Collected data
------------------------------------------------------------------------
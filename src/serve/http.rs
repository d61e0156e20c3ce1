//! A minimal HTTP/1.1 server for the page: one request per connection (`Connection: close`),
//! bodies by `Content-Length` only, every size bounded before anything is allocated.
//!
//! Written here rather than taken from a crate: the small blocking server crate tried first
//! (tiny_http 0.12) allocates a buffer of the size a request *declares* when it discards an
//! unread body, so one request declaring 100 GB aborted the process (found by the
//! malformed-request test in tests/serve.rs); the asynchronous stacks would do the job but
//! bring a runtime the rest of the program does not need. The page needs only GET and POST
//! on 127.0.0.1.

use super::{route, State, WebRequest, WebResponse, MAX_UPLOAD_BYTES};
use std::io::{Read, Write};
use std::net::{TcpListener, TcpStream};
use std::sync::atomic::{AtomicBool, Ordering};
use std::time::Duration;

/// Largest request line and headers together (a choice of ours: the page's own requests
/// take well under 2 KiB).
pub const MAX_HEAD_BYTES: usize = 16 << 10;
/// How long a client may take to send its request, or to take the answer (a choice of ours).
const TIMEOUT: Duration = Duration::from_secs(20);

/// The reason phrase of a status code.
fn reason(status: u16) -> &'static str {
    match status {
        200 => "OK",
        400 => "Bad Request",
        403 => "Forbidden",
        404 => "Not Found",
        405 => "Method Not Allowed",
        408 => "Request Timeout",
        411 => "Length Required",
        413 => "Content Too Large",
        422 => "Unprocessable Content",
        431 => "Request Header Fields Too Large",
        500 => "Internal Server Error",
        501 => "Not Implemented",
        505 => "HTTP Version Not Supported",
        _ => "",
    }
}

/// The head of a request: method, target, and the headers the page uses.
#[derive(Debug, Default, PartialEq)]
struct Head {
    method: String,
    target: String,
    host: Option<String>,
    content_length: Option<usize>,
    chunked: bool,
}

/// Parse a request head (without the blank line); `Err(status)` when it is not one.
fn parse_head(text: &str) -> Result<Head, u16> {
    let mut lines = text.split("\r\n");
    let first = lines.next().unwrap_or("");
    let mut parts = first.split(' ');
    let (Some(method), Some(target), Some(version), None) =
        (parts.next(), parts.next(), parts.next(), parts.next())
    else {
        return Err(400);
    };
    if !version.starts_with("HTTP/1.") {
        return Err(505);
    }
    if method.is_empty()
        || !method.bytes().all(|b| b.is_ascii_uppercase())
        || !target.starts_with('/')
    {
        return Err(400);
    }
    let mut head = Head {
        method: method.to_string(),
        target: target.to_string(),
        ..Head::default()
    };
    for line in lines.filter(|l| !l.is_empty()) {
        let Some((name, value)) = line.split_once(':') else {
            return Err(400);
        };
        let value = value.trim();
        match name.trim().to_ascii_lowercase().as_str() {
            "host" => head.host = Some(value.to_string()),
            "content-length" => {
                let n = value.parse::<u64>().map_err(|_| 400u16)?;
                // Declared beyond the cap: refused before a byte of it is read.
                head.content_length = Some(
                    usize::try_from(n)
                        .unwrap_or(usize::MAX)
                        .min(MAX_UPLOAD_BYTES + 1),
                );
            }
            "transfer-encoding" => head.chunked = true,
            _ => {}
        }
    }
    Ok(head)
}

/// Read up to the end of the head; `Err(status)` when it is too long, malformed or late.
fn read_head(stream: &mut TcpStream) -> Result<(Head, Vec<u8>), u16> {
    let mut buf = Vec::with_capacity(1024);
    let mut chunk = [0u8; 1024];
    loop {
        if let Some(end) = buf.windows(4).position(|w| w == b"\r\n\r\n") {
            let text = std::str::from_utf8(&buf[..end]).map_err(|_| 400u16)?;
            let head = parse_head(text)?;
            let rest = buf[end + 4..].to_vec();
            return Ok((head, rest));
        }
        if buf.len() > MAX_HEAD_BYTES {
            return Err(431);
        }
        match stream.read(&mut chunk) {
            Ok(0) => return Err(400),
            Ok(n) => buf.extend_from_slice(&chunk[..n]),
            Err(_) => return Err(408),
        }
    }
}

/// The request as the router sees it, or the status to answer with.
fn read_request(stream: &mut TcpStream) -> Result<WebRequest, WebResponse> {
    let (head, mut body) = read_head(stream)
        .map_err(|s| WebResponse::error(s, "this is not a request the page understands"))?;
    if head.chunked {
        return Err(WebResponse::error(
            411,
            "send the body with a Content-Length (chunked bodies are not taken)",
        ));
    }
    let length = head.content_length.unwrap_or(0);
    if length > MAX_UPLOAD_BYTES {
        return Err(super::upload_too_large());
    }
    if body.len() > length {
        body.truncate(length);
    }
    let mut chunk = vec![0u8; 64 << 10];
    while body.len() < length {
        let want = (length - body.len()).min(chunk.len());
        match stream.read(&mut chunk[..want]) {
            Ok(0) => {
                return Err(WebResponse::error(
                    400,
                    "the body ended before its declared length",
                ))
            }
            Ok(n) => body.extend_from_slice(&chunk[..n]),
            Err(_) => return Err(WebResponse::error(408, "the body came too slowly")),
        }
    }
    let (path, query) = match head.target.split_once('?') {
        Some((p, q)) => (p.to_string(), q.to_string()),
        None => (head.target.clone(), String::new()),
    };
    Ok(WebRequest {
        method: head.method,
        path,
        query,
        host: head.host,
        body,
    })
}

/// The bytes of an answer: status line, headers (with the page's security headers), body.
pub fn response_bytes(r: &WebResponse) -> Vec<u8> {
    let mut head = format!(
        "HTTP/1.1 {} {}\r\nContent-Type: {}\r\nContent-Length: {}\r\nConnection: close\r\nCache-Control: no-store\r\nX-Content-Type-Options: nosniff\r\nContent-Security-Policy: default-src 'self'; img-src 'self' blob:; style-src 'self'; script-src 'self'; connect-src 'self'\r\n",
        r.status,
        reason(r.status),
        r.media_type,
        r.body.len()
    );
    if let Some(name) = &r.download {
        head.push_str(&format!(
            "Content-Disposition: attachment; filename=\"{name}\"\r\n"
        ));
    }
    head.push_str("\r\n");
    let mut out = head.into_bytes();
    out.extend_from_slice(&r.body);
    out
}

/// Answer one connection: read its request, route it, write the answer, close.
fn serve_connection(state: &State, mut stream: TcpStream) {
    let _ = stream.set_read_timeout(Some(TIMEOUT));
    let _ = stream.set_write_timeout(Some(TIMEOUT));
    let response = match read_request(&mut stream) {
        Ok(req) => route(state, &req),
        Err(r) => r,
    };
    // A client that went away is not the server's failure.
    let _ = stream.write_all(&response_bytes(&response));
    let _ = stream.flush();
    let _ = stream.shutdown(std::net::Shutdown::Both);
}

/// Accept connections on `listener` (blocking) and hand each to one of `workers` threads,
/// which answers it whole; returns once `stop` is set and a connection wakes the loop
/// ([`Server::stop`](super::Server::stop) does both).
pub fn accept_loop(listener: &TcpListener, state: &State, workers: usize, stop: &AtomicBool) {
    let _ = listener.set_nonblocking(false);
    let (send, receive) = std::sync::mpsc::sync_channel::<TcpStream>(64);
    let receive = std::sync::Mutex::new(receive);
    std::thread::scope(|scope| {
        for _ in 0..workers.max(1) {
            scope.spawn(|| loop {
                let next = match receive.lock() {
                    Ok(r) => r.recv(),
                    Err(_) => return,
                };
                match next {
                    Ok(stream) => serve_connection(state, stream),
                    Err(_) => return,
                }
            });
        }
        for stream in listener.incoming() {
            if stop.load(Ordering::Relaxed) {
                break;
            }
            if let Ok(stream) = stream {
                if send.send(stream).is_err() {
                    break;
                }
            }
        }
        drop(send);
    });
}

#[cfg(test)]
mod tests {
    use super::*;

    #[test]
    fn heads_are_parsed_and_bad_ones_refused() {
        let h = parse_head(
            "POST /api/tables?name=a.csv HTTP/1.1\r\nHost: 127.0.0.1:1\r\nContent-Length: 12",
        )
        .unwrap();
        assert_eq!(h.method, "POST");
        assert_eq!(h.target, "/api/tables?name=a.csv");
        assert_eq!(h.host.as_deref(), Some("127.0.0.1:1"));
        assert_eq!(h.content_length, Some(12));
        // A declared length beyond the cap is clamped, never allocated.
        let h = parse_head("POST / HTTP/1.1\r\nContent-Length: 99999999999999999").unwrap();
        assert_eq!(h.content_length, Some(MAX_UPLOAD_BYTES + 1));
        assert_eq!(parse_head("GET / HTTP/2"), Err(505));
        assert_eq!(parse_head("GET /"), Err(400));
        assert_eq!(parse_head("get / HTTP/1.1"), Err(400));
        assert_eq!(parse_head("GET x HTTP/1.1"), Err(400));
        assert_eq!(parse_head("GET / HTTP/1.1\r\nno colon"), Err(400));
        assert_eq!(parse_head("GET / HTTP/1.1\r\nContent-Length: -1"), Err(400));
        assert!(
            parse_head("POST / HTTP/1.1\r\nTransfer-Encoding: chunked")
                .unwrap()
                .chunked
        );
    }

    #[test]
    fn an_answer_carries_its_length_and_the_security_headers() {
        let r = WebResponse::error(404, "no");
        let text = String::from_utf8(response_bytes(&r)).unwrap();
        assert!(text.starts_with("HTTP/1.1 404 Not Found\r\n"));
        assert!(text.contains(&format!("Content-Length: {}\r\n", r.body.len())));
        assert!(text.contains("Content-Security-Policy: default-src 'self'"));
        assert!(text.ends_with("{\"error\":\"no\"}"));
    }
}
------------------------------------------------------------------------
** ACTION ITEM **
Check the entries above line by line and return each one containing the word "reason".

** SOLUTION TO THIS EXERCISE **
/// The reason phrase of a status code.
fn reason(status: u16) -> &'static str {
        reason(r.status),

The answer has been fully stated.